Traffic Jams comes to Quest bringing cars, buses, pedestrians, comets, and shattering glass together as you try to orchestrate traffic in various international cities.
The game starts you off with a quick tutorial, and the controls are intuitive and straightforward. You use one hand to point at people or vehicles, and your other hand either waves them faster or palms them to stop. You can pick up odd items with your grip button, some to just play with, but others give you power-ups. You can play it standing up or sitting down.
Baby Driver
Here I am, juggling traffic as best I can, two cars careening into their corners, a bus driver brimming with impatience, a damn bi-plane hoping to taxi off a street, and I hear a loud boom, and there’s a GIANT COMET IN THE SKY. I point at it, gesture it to stop, and it stops…

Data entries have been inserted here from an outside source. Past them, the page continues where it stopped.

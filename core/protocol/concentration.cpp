// Chronodrome, GPL-3.0-or-later.
#include "protocol/concentration.h"

#include <array>
#include <utility>

#include "base/number_text.h"

namespace chronodrome::protocol {
namespace {

/// How many of the unit make one mol/L: exact in binary, unlike the powers below one.
constexpr std::array<std::pair<const char*, double>, 7> kUnits = {{
    {"M", 1.0},
    {"mM", 1e3},
    {"uM", 1e6},
    {"\xc2\xb5M", 1e6}, // U+00B5, the micro sign
    {"\xce\xbcM", 1e6}, // U+03BC, the Greek letter
    {"nM", 1e9},
    {"pM", 1e12},
}};

} // namespace

std::optional<Molar> concentration_in(double value, const std::string& unit) {
  for (const auto& [name, per_molar] : kUnits) {
    if (unit == name) return Molar(value / per_molar);
  }
  return std::nullopt;
}

std::string concentration_units() {
  return "M, mM, uM (or \xc2\xb5M), nM, pM";
}

std::string concentration_text(Molar concentration) {
  return number_text(concentration.value()) + " M";
}

} // namespace chronodrome::protocol
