// Chronodrome, GPL-3.0-or-later.
#pragma once

#include <vector>

#include "protocol/curve_plan.h"
#include "protocol/protocol.h"

namespace chronodrome::protocol {

/// The stretches from each `start` event to the next `stop`, cut to 0 ... `end`. A start that is never
/// stopped runs to the end, a second start in a row and a stop without a start are passed over; each adds a
/// warning.
std::vector<Stretch> stretches_of(const Protocol& protocol, EventKind start, EventKind stop, Seconds end,
                                  std::vector<Warning>& warnings);

} // namespace chronodrome::protocol
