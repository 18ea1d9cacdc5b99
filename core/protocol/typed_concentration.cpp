// Chronodrome, GPL-3.0-or-later.
#include "protocol/typed_concentration.h"

#include <algorithm>
#include <utility>

#include "base/number_text.h"
#include "protocol/concentration.h"

namespace chronodrome::protocol {
namespace {

void replace_all(std::string& text, const std::string& from, const std::string& to) {
  for (auto at = text.find(from); at != std::string::npos; at = text.find(from, at + to.size()))
    text.replace(at, from.size(), to);
}

/// `3·10⁻⁸` as `3e-8`, `10^-7` as `1e-7`; anything else as it is.
std::string with_plain_power(std::string text) {
  static const std::pair<const char*, const char*> kSigns[] = {
      {"\xE2\x88\x92", "-"}, {"\xE2\x81\xBB", "-"}, {"\xE2\x81\xB0", "0"},
      {"\xC2\xB9", "1"},     {"\xC2\xB2", "2"},     {"\xC2\xB3", "3"},
      {"\xE2\x81\xB4", "4"}, {"\xE2\x81\xB5", "5"}, {"\xE2\x81\xB6", "6"},
      {"\xE2\x81\xB7", "7"}, {"\xE2\x81\xB8", "8"}, {"\xE2\x81\xB9", "9"},
      {"\xC3\x97", "x"},     {"\xC2\xB7", "x"},     {"*", "x"}};
  for (const auto& [from, to] : kSigns)
    replace_all(text, from, to);
  text.erase(std::remove(text.begin(), text.end(), ' '), text.end());
  for (const char* times_ten : {"x10^", "x10"}) {
    const auto at = text.find(times_ten);
    if (at == std::string::npos) continue;
    return text.substr(0, at) + "e" + text.substr(at + std::string(times_ten).size());
  }
  if (text.compare(0, 3, "10^") == 0) return "1e" + text.substr(3);
  return text;
}

/// The unit that stands at the end of the text; the longest, so that `mM` is not read as `M`.
std::string unit_at_end(const std::string& text) {
  for (const char* unit : {"mol/L", "mol/l", "\xC2\xB5M", "\xCE\xBCM", "mM", "uM", "nM", "pM", "M"}) {
    const std::string name = unit;
    if (text.size() > name.size() && text.compare(text.size() - name.size(), name.size(), name) == 0)
      return name;
  }
  return "";
}

Error bad_value(std::string what, std::string remedy) {
  return {ErrorCode::bad_value, "", {}, std::move(what), std::move(remedy)};
}

} // namespace

Result<TypedConcentration> typed_concentration(const std::string& text, const std::string& unit) {
  std::string number(trimmed(text));
  TypedConcentration typed;
  typed.unit = std::string(trimmed(unit));
  if (const std::string attached = unit_at_end(number); !attached.empty()) {
    number = std::string(trimmed(std::string_view(number).substr(0, number.size() - attached.size())));
    typed.unit = attached;
  }
  if (typed.unit == "mol/L" || typed.unit == "mol/l") typed.unit = "M";
  number = with_plain_power(number);
  const bool comma = number.find(',') != std::string::npos;
  if (comma && number.find('.') != std::string::npos)
    return bad_value("\"" + text + "\" holds a point and a comma", "keep the decimal mark only");
  if (comma) std::replace(number.begin(), number.end(), ',', '.');
  const auto value = parse_number(number);
  if (!value) return bad_value("\"" + text + "\" is no concentration", "write a number, such as 1e-7 or 100");
  if (*value < 0.0)
    return bad_value("\"" + text + "\" is negative, perhaps a logarithm",
                     "write the concentration itself, such as 1e-7 M");
  const auto molar = concentration_in(*value, typed.unit);
  if (!molar) {
    return bad_value(typed.unit.empty() ? "the concentration has no unit"
                                        : "\"" + typed.unit + "\" is no unit of concentration",
                     "use one of " + concentration_units());
  }
  typed.value = *molar;
  typed.number = number;
  return typed;
}

} // namespace chronodrome::protocol
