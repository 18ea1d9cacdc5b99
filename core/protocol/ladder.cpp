// Chronodrome, GPL-3.0-or-later.
#include "protocol/ladder.h"

#include "base/number_text.h"
#include "protocol/concentration.h"

namespace chronodrome::protocol {
namespace {

// The last digit lets 1 nM to 1 uM count as a factor of 1000 whatever the rounding.
constexpr double kUnitSlip = 1000.0 * (1.0 - 1e-9);

Warning doubt(const Event& event, const std::string& file, std::string what, std::string remedy) {
  Warning warning;
  warning.file = file;
  if (event.line > 0) warning.place = Place::at_line(event.line);
  warning.what = std::move(what);
  warning.remedy = std::move(remedy);
  return warning;
}

bool ends_series(const Event& event, const std::string& agent) {
  return event.kind == EventKind::antagonist ||
         (event.kind == EventKind::washout && (event.agent.empty() || agent_key(event.agent) == agent));
}

} // namespace

std::vector<Warning> ladder_warnings(const std::vector<Event>& events, const std::vector<Event>& as_written,
                                     LadderPart part, const std::string& file) {
  std::vector<Warning> warnings;
  std::optional<std::size_t> before; // the addition before, of the same series
  for (std::size_t i = 0; i < events.size(); ++i) {
    const Event& event = events[i];
    if (before && ends_series(event, agent_key(events[*before].agent))) before.reset();
    if (event.kind != EventKind::addition || !event.concentration) continue;
    const bool stated = as_written[i].concentration.has_value();
    const double now = event.concentration->value();
    if (now > 1.0 && stated == (part == LadderPart::stated)) {
      warnings.push_back(doubt(event, file,
                               "a bath concentration of " + number_text(now, 4) + " mol/L is hardly meant",
                               "check the number and its unit"));
    }
    const bool same_series = before && agent_key(events[*before].agent) == agent_key(event.agent) &&
                             events[*before].curve == event.curve;
    if (same_series) {
      const bool pair_stated = stated && as_written[*before].concentration.has_value();
      const double last = events[*before].concentration->value();
      const std::string steps = event.agent + " goes from " + concentration_text(Molar(last)) + " to " +
                                concentration_text(Molar(now));
      if (pair_stated == (part == LadderPart::stated)) {
        if (last > 0.0 && now / last >= kUnitSlip) {
          warnings.push_back(doubt(event, file, steps + ", a factor of " + number_text(now / last, 4),
                                   "check the unit of both rows"));
        } else if (now < last) {
          warnings.push_back(doubt(event, file, steps + " without a washout between",
                                   "add the washout, or check the exponent"));
        }
      }
    }
    before = i;
  }
  return warnings;
}

} // namespace chronodrome::protocol
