// Chronodrome, GPL-3.0-or-later.
#include "protocol/stretches.h"

#include <algorithm>

namespace chronodrome::protocol {

std::vector<Stretch> stretches_of(const Protocol& protocol, EventKind start, EventKind stop, Seconds end,
                                  std::vector<Warning>& warnings) {
  std::vector<Stretch> found;
  const Event* open = nullptr;
  const auto warn = [&](const Event& event, std::string what, std::string remedy) {
    warnings.push_back({protocol.file, event.line > 0 ? Place::at_line(event.line) : Place{}, std::move(what),
                        std::move(remedy)});
  };
  const auto close = [&](Seconds from, Seconds to) {
    const Stretch cut{std::clamp(from, Seconds(0.0), end), std::clamp(to, Seconds(0.0), end)};
    if (cut.end > cut.start) found.push_back(cut);
  };
  for (const Event& event : protocol.events) {
    if (event.kind == start && open == nullptr) {
      open = &event;
    } else if (event.kind == start) {
      warn(event, name_of(start) + " while the one before still runs",
           "log the " + name_of(stop) + " between; this row is passed over");
    } else if (event.kind == stop && open != nullptr) {
      close(open->time, event.time);
      open = nullptr;
    } else if (event.kind == stop) {
      warn(event, name_of(stop) + " with no " + name_of(start) + " before it",
           "log the start; this row is passed over");
    }
  }
  if (open != nullptr && open->time < end) {
    warn(*open, name_of(start) + " is never followed by " + name_of(stop),
         "log the stop; it is taken to last to the end of the recording");
    close(open->time, end);
  }
  return found;
}

} // namespace chronodrome::protocol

Well, for a while, at least, reacting as human drivers do when they get too impatient, it moves again and crashes a whole side of the street, surrounding the entire place with a cloud of smoke.
God Bless VR.

Where is Rome?
The game features Gouda, Paris, Amsterdam, Tokyo, and New York. You get a Day Mission, A Night Mission, and a Rush Hour mission for each of these. Once unlocked, these mission types appear on tabs attached to each city’s folder. The game’s difficulty is well-paced, and opening a map doesn’t always mean you’re ready to take it on. Aside from directing traffic, the game throws distractions at you; mosquitos that you have to swat away, aliens that you have to get run over or punch, and, well..comets.
Ninety Miles an Hour
The graphical vibe in Traffic Jams is perfect for this kind of arcade-like experience. The levels are colorful; they go from three-road intersections to four-road intersections to the fare more challenging five-roaders in the last levels.

Traffic Jams‘ soundtrack is light in tone, keeping with the mood of the game. The audio effects are good, but the positional audio seems a bit underused, loud enough to draw your attention once a crash occurs, but often too drowned out in the general din of it all.
If You Really Want A Challenge…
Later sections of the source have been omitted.